Task prompt:
Once the line containing "order = np.argsort(-np.abs(self.weights))" is found in the records below, return it and each following line exactly, up to and including the line containing "eigenvalues = np.maximum(eigenvalues, np.finfo(float).tiny)", and nothing else.

Given records:
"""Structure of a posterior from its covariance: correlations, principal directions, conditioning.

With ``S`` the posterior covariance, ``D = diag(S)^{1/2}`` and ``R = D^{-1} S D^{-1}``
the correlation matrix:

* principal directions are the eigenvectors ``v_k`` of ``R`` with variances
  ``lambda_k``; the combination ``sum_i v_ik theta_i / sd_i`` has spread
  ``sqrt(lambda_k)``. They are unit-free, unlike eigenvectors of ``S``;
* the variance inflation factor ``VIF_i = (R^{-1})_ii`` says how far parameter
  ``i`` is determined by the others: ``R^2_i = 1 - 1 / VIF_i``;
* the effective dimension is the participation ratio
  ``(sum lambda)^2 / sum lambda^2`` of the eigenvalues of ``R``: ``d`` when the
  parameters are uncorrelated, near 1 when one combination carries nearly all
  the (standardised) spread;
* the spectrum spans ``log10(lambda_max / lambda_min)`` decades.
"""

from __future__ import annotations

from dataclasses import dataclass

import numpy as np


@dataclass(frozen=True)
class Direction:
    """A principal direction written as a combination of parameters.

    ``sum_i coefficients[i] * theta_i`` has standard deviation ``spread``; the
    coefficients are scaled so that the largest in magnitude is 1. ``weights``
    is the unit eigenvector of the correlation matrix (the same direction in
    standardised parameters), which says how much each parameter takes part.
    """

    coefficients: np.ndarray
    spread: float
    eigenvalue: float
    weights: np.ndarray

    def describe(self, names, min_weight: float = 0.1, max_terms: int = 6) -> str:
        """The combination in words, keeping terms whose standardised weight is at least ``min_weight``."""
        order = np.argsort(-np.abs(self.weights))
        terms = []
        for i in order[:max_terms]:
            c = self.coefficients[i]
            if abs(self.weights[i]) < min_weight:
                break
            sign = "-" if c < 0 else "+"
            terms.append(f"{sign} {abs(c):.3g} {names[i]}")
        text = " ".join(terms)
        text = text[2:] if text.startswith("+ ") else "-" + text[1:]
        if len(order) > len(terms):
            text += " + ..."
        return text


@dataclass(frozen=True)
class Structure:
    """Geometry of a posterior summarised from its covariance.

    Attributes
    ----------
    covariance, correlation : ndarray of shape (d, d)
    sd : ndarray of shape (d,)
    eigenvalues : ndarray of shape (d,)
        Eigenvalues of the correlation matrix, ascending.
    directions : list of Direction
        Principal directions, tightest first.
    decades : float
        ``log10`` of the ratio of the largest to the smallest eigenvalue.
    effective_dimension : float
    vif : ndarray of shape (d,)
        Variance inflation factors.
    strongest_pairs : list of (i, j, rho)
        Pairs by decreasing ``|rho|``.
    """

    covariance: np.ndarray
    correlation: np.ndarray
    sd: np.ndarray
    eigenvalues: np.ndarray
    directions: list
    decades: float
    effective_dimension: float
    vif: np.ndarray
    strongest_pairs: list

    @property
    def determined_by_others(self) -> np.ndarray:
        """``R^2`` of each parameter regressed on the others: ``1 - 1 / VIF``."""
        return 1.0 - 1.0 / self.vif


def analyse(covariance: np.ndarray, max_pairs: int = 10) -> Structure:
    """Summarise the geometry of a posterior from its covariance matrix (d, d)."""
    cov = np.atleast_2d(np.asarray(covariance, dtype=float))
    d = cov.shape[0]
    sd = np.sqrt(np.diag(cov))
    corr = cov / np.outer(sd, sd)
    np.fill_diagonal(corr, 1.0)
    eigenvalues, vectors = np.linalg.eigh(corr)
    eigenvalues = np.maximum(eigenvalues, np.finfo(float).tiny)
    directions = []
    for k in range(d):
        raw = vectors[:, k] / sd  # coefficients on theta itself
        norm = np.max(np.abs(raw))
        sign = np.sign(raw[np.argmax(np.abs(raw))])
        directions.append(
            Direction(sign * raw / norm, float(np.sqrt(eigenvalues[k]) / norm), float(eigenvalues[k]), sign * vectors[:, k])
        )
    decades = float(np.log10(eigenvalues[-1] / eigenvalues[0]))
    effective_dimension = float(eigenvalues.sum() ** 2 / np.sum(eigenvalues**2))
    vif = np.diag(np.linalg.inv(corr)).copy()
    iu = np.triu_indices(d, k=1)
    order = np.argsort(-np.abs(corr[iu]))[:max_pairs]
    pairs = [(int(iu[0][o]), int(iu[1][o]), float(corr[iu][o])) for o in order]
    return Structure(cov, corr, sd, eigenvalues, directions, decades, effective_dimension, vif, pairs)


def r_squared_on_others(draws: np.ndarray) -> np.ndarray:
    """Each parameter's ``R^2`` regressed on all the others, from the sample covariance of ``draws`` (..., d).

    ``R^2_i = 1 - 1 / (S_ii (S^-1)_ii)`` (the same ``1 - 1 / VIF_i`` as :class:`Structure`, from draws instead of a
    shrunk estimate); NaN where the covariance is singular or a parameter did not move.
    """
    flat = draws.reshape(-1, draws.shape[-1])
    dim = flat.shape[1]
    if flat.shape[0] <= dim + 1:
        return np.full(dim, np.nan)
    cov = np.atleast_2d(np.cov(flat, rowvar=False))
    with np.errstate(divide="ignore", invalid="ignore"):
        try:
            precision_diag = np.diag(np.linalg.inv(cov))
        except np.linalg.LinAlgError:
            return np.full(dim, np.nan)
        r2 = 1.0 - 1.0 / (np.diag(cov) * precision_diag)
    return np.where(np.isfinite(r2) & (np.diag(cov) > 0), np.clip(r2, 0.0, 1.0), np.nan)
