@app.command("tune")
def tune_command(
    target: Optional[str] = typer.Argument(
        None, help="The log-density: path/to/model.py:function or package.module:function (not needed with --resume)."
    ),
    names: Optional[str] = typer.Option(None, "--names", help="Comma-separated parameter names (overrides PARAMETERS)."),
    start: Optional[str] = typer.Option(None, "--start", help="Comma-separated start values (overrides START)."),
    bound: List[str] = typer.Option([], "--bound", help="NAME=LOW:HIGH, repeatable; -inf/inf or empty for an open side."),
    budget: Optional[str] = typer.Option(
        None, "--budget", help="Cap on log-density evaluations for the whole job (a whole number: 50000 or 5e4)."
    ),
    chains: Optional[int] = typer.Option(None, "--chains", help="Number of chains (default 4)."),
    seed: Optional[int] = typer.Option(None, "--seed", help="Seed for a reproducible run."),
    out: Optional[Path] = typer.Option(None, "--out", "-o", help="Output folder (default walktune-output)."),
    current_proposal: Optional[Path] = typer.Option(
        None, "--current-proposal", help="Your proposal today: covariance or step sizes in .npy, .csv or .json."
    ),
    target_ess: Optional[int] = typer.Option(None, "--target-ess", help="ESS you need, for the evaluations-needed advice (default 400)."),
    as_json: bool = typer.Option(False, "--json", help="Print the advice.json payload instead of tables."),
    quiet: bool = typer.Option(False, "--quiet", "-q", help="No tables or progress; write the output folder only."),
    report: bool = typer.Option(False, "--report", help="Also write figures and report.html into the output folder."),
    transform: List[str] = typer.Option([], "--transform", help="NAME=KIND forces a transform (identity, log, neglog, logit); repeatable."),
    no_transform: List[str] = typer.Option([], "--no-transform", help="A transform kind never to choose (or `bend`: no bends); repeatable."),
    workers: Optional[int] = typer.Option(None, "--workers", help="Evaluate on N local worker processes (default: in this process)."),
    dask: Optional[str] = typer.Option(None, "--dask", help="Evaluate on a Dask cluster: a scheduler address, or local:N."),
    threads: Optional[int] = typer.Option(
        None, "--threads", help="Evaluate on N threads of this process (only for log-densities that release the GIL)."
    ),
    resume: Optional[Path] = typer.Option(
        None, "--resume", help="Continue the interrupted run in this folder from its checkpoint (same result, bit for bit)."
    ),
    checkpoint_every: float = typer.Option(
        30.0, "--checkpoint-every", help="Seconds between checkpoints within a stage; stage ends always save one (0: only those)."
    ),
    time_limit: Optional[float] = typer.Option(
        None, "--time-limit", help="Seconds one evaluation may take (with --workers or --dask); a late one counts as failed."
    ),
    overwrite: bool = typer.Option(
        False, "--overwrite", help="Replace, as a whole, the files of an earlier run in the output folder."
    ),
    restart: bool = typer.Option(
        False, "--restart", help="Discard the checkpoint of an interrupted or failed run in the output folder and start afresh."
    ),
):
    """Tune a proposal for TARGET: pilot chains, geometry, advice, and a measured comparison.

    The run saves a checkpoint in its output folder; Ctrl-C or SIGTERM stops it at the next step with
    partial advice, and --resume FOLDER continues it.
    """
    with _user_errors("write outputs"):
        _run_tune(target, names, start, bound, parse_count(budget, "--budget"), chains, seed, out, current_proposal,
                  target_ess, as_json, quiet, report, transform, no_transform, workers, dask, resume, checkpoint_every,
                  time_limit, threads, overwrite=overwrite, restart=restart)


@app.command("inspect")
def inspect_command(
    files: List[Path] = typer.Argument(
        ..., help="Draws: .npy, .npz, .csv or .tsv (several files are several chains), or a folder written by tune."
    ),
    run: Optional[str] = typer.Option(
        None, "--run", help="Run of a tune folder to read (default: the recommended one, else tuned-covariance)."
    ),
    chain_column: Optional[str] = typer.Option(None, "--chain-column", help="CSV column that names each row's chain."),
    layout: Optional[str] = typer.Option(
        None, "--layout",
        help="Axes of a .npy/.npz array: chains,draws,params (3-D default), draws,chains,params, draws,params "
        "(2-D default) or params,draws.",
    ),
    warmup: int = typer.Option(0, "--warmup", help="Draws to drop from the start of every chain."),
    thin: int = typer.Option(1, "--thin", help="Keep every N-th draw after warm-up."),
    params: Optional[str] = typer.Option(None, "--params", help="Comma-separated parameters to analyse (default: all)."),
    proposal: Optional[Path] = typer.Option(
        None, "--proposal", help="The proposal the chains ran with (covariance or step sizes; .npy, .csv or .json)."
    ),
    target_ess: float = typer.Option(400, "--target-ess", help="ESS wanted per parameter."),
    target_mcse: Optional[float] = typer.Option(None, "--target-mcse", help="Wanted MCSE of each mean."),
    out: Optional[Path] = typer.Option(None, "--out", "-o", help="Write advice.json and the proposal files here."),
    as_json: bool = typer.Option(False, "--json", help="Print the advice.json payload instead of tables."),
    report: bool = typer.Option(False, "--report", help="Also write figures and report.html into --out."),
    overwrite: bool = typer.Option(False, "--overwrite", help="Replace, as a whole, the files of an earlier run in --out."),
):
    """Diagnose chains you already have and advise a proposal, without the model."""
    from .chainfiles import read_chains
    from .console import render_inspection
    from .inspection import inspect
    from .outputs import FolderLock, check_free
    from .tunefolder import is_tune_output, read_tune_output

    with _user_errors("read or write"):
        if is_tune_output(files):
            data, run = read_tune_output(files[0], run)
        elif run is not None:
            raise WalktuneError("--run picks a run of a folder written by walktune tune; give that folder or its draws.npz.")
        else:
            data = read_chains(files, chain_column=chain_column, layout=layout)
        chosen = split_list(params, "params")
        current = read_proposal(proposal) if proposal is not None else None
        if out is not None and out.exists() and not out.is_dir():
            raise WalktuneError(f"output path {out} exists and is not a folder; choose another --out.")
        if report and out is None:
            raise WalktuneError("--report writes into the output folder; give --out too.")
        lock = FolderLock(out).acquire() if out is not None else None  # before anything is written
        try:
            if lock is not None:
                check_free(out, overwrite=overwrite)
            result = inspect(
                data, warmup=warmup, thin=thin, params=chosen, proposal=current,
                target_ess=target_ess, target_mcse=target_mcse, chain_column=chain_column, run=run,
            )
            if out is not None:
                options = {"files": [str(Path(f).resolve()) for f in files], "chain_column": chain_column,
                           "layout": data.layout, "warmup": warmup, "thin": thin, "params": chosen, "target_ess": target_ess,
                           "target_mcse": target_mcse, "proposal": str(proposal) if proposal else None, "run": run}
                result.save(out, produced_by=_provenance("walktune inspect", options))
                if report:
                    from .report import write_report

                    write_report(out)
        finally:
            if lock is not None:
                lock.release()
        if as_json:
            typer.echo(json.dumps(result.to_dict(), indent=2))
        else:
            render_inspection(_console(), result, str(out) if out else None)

Response to this exercise:
        order = np.argsort(-np.abs(self.weights))
        terms = []
        for i in order[:max_terms]:
            c = self.coefficients[i]
            if abs(self.weights[i]) < min_weight:
                break
            sign = "-" if c < 0 else "+"
            terms.append(f"{sign} {abs(c):.3g} {names[i]}")
        text = " ".join(terms)
        text = text[2:] if text.startswith("+ ") else "-" + text[1:]
        if len(order) > len(terms):
            text += " + ..."
        return text


@dataclass(frozen=True)
class Structure:
    """Geometry of a posterior summarised from its covariance.

    Attributes
    ----------
    covariance, correlation : ndarray of shape (d, d)
    sd : ndarray of shape (d,)
    eigenvalues : ndarray of shape (d,)
        Eigenvalues of the correlation matrix, ascending.
    directions : list of Direction
        Principal directions, tightest first.
    decades : float
        ``log10`` of the ratio of the largest to the smallest eigenvalue.
    effective_dimension : float
    vif : ndarray of shape (d,)
        Variance inflation factors.
    strongest_pairs : list of (i, j, rho)
        Pairs by decreasing ``|rho|``.
    """

    covariance: np.ndarray
    correlation: np.ndarray
    sd: np.ndarray
    eigenvalues: np.ndarray
    directions: list
    decades: float
    effective_dimension: float
    vif: np.ndarray
    strongest_pairs: list

    @property
    def determined_by_others(self) -> np.ndarray:
        """``R^2`` of each parameter regressed on the others: ``1 - 1 / VIF``."""
        return 1.0 - 1.0 / self.vif


def analyse(covariance: np.ndarray, max_pairs: int = 10) -> Structure:
    """Summarise the geometry of a posterior from its covariance matrix (d, d)."""
    cov = np.atleast_2d(np.asarray(covariance, dtype=float))
    d = cov.shape[0]
    sd = np.sqrt(np.diag(cov))
    corr = cov / np.outer(sd, sd)
    np.fill_diagonal(corr, 1.0)
    eigenvalues, vectors = np.linalg.eigh(corr)
    eigenvalues = np.maximum(eigenvalues, np.finfo(float).tiny)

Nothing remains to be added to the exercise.